Please keep to the lines below from the one with "from retrofit.properties import Fluid, fluid" through the one with "def rack() ->", and restate them word for word, ends included.

BEGIN

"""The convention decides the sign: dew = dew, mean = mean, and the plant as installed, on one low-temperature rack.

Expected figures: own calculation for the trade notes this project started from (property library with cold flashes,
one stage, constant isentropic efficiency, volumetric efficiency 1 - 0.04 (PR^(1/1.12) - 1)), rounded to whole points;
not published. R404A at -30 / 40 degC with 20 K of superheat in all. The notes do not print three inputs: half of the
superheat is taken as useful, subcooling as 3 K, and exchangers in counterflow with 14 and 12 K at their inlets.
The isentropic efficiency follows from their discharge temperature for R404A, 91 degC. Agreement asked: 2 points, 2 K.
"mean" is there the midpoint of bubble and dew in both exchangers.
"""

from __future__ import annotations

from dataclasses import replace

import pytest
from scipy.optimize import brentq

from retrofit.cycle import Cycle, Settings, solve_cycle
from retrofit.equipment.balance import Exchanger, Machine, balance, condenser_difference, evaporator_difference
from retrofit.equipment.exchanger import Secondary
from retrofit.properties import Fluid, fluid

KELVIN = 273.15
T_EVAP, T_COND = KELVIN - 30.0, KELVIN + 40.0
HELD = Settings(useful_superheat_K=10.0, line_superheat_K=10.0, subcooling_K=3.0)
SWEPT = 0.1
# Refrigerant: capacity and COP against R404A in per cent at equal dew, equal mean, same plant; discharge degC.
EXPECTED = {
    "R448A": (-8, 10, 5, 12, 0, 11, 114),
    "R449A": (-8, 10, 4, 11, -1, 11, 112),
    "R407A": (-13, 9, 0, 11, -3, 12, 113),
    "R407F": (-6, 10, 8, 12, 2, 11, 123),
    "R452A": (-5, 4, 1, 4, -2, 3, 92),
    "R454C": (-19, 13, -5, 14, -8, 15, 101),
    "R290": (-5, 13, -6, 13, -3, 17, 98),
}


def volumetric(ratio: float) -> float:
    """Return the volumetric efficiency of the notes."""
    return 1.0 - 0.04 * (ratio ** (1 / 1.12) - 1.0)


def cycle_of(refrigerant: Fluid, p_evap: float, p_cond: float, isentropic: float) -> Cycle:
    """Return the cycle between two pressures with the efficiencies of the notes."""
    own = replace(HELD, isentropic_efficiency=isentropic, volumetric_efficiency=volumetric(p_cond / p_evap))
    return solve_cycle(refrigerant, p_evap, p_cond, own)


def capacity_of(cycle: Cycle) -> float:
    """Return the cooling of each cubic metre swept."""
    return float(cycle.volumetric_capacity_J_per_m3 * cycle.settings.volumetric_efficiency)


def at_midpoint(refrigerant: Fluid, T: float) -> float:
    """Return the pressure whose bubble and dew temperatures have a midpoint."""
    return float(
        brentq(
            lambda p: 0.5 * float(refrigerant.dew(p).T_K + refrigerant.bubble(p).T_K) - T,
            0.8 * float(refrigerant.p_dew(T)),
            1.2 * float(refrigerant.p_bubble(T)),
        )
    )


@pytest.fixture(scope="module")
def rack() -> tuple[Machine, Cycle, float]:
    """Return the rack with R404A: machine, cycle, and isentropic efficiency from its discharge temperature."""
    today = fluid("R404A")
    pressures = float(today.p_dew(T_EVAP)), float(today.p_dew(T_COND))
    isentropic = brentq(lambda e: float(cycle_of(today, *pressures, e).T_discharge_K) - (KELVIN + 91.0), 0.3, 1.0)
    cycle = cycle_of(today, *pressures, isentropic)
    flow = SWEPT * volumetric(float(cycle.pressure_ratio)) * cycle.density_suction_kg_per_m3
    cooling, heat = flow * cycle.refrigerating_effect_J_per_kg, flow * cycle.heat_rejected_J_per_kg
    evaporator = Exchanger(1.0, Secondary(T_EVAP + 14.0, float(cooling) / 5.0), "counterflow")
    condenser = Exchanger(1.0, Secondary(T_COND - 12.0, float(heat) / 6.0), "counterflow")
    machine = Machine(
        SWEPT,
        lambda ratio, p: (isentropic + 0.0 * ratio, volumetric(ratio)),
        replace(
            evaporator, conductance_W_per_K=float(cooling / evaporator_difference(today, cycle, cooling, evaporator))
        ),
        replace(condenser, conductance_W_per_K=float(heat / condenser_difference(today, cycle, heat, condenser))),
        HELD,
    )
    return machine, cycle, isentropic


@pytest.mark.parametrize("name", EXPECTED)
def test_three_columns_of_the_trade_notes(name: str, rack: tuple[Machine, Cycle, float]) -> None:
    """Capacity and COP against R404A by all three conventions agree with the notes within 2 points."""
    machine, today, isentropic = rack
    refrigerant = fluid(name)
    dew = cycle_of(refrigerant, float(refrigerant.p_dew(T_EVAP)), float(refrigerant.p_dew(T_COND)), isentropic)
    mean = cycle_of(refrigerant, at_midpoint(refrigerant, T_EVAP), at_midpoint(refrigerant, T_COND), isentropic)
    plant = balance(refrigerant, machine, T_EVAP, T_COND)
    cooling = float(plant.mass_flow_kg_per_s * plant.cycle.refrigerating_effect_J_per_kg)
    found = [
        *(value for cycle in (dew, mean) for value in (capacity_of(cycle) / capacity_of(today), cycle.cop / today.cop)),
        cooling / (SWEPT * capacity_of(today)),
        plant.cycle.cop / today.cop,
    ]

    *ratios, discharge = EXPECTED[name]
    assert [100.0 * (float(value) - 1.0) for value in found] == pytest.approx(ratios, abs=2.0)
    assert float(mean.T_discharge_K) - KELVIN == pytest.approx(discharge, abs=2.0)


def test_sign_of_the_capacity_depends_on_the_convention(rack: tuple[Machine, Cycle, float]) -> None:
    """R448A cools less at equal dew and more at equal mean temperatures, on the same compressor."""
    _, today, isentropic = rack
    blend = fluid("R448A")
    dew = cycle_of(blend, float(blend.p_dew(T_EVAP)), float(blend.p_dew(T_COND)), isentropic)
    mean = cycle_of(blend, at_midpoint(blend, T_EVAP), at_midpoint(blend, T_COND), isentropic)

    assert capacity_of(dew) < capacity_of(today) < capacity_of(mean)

END

-- Task result --
from retrofit.properties import Fluid, fluid

KELVIN = 273.15
T_EVAP, T_COND = KELVIN - 30.0, KELVIN + 40.0
HELD = Settings(useful_superheat_K=10.0, line_superheat_K=10.0, subcooling_K=3.0)
SWEPT = 0.1
# Refrigerant: capacity and COP against R404A in per cent at equal dew, equal mean, same plant; discharge degC.
EXPECTED = {
    "R448A": (-8, 10, 5, 12, 0, 11, 114),
    "R449A": (-8, 10, 4, 11, -1, 11, 112),
    "R407A": (-13, 9, 0, 11, -3, 12, 113),
    "R407F": (-6, 10, 8, 12, 2, 11, 123),
    "R452A": (-5, 4, 1, 4, -2, 3, 92),
    "R454C": (-19, 13, -5, 14, -8, 15, 101),
    "R290": (-5, 13, -6, 13, -3, 17, 98),
}


def volumetric(ratio: float) -> float:
    """Return the volumetric efficiency of the notes."""
    return 1.0 - 0.04 * (ratio ** (1 / 1.12) - 1.0)


def cycle_of(refrigerant: Fluid, p_evap: float, p_cond: float, isentropic: float) -> Cycle:
    """Return the cycle between two pressures with the efficiencies of the notes."""
    own = replace(HELD, isentropic_efficiency=isentropic, volumetric_efficiency=volumetric(p_cond / p_evap))
    return solve_cycle(refrigerant, p_evap, p_cond, own)


def capacity_of(cycle: Cycle) -> float:
    """Return the cooling of each cubic metre swept."""
    return float(cycle.volumetric_capacity_J_per_m3 * cycle.settings.volumetric_efficiency)


def at_midpoint(refrigerant: Fluid, T: float) -> float:
    """Return the pressure whose bubble and dew temperatures have a midpoint."""
    return float(
        brentq(
            lambda p: 0.5 * float(refrigerant.dew(p).T_K + refrigerant.bubble(p).T_K) - T,
            0.8 * float(refrigerant.p_dew(T)),
            1.2 * float(refrigerant.p_bubble(T)),
        )
    )


@pytest.fixture(scope="module")
def rack() -> tuple[Machine, Cycle, float]:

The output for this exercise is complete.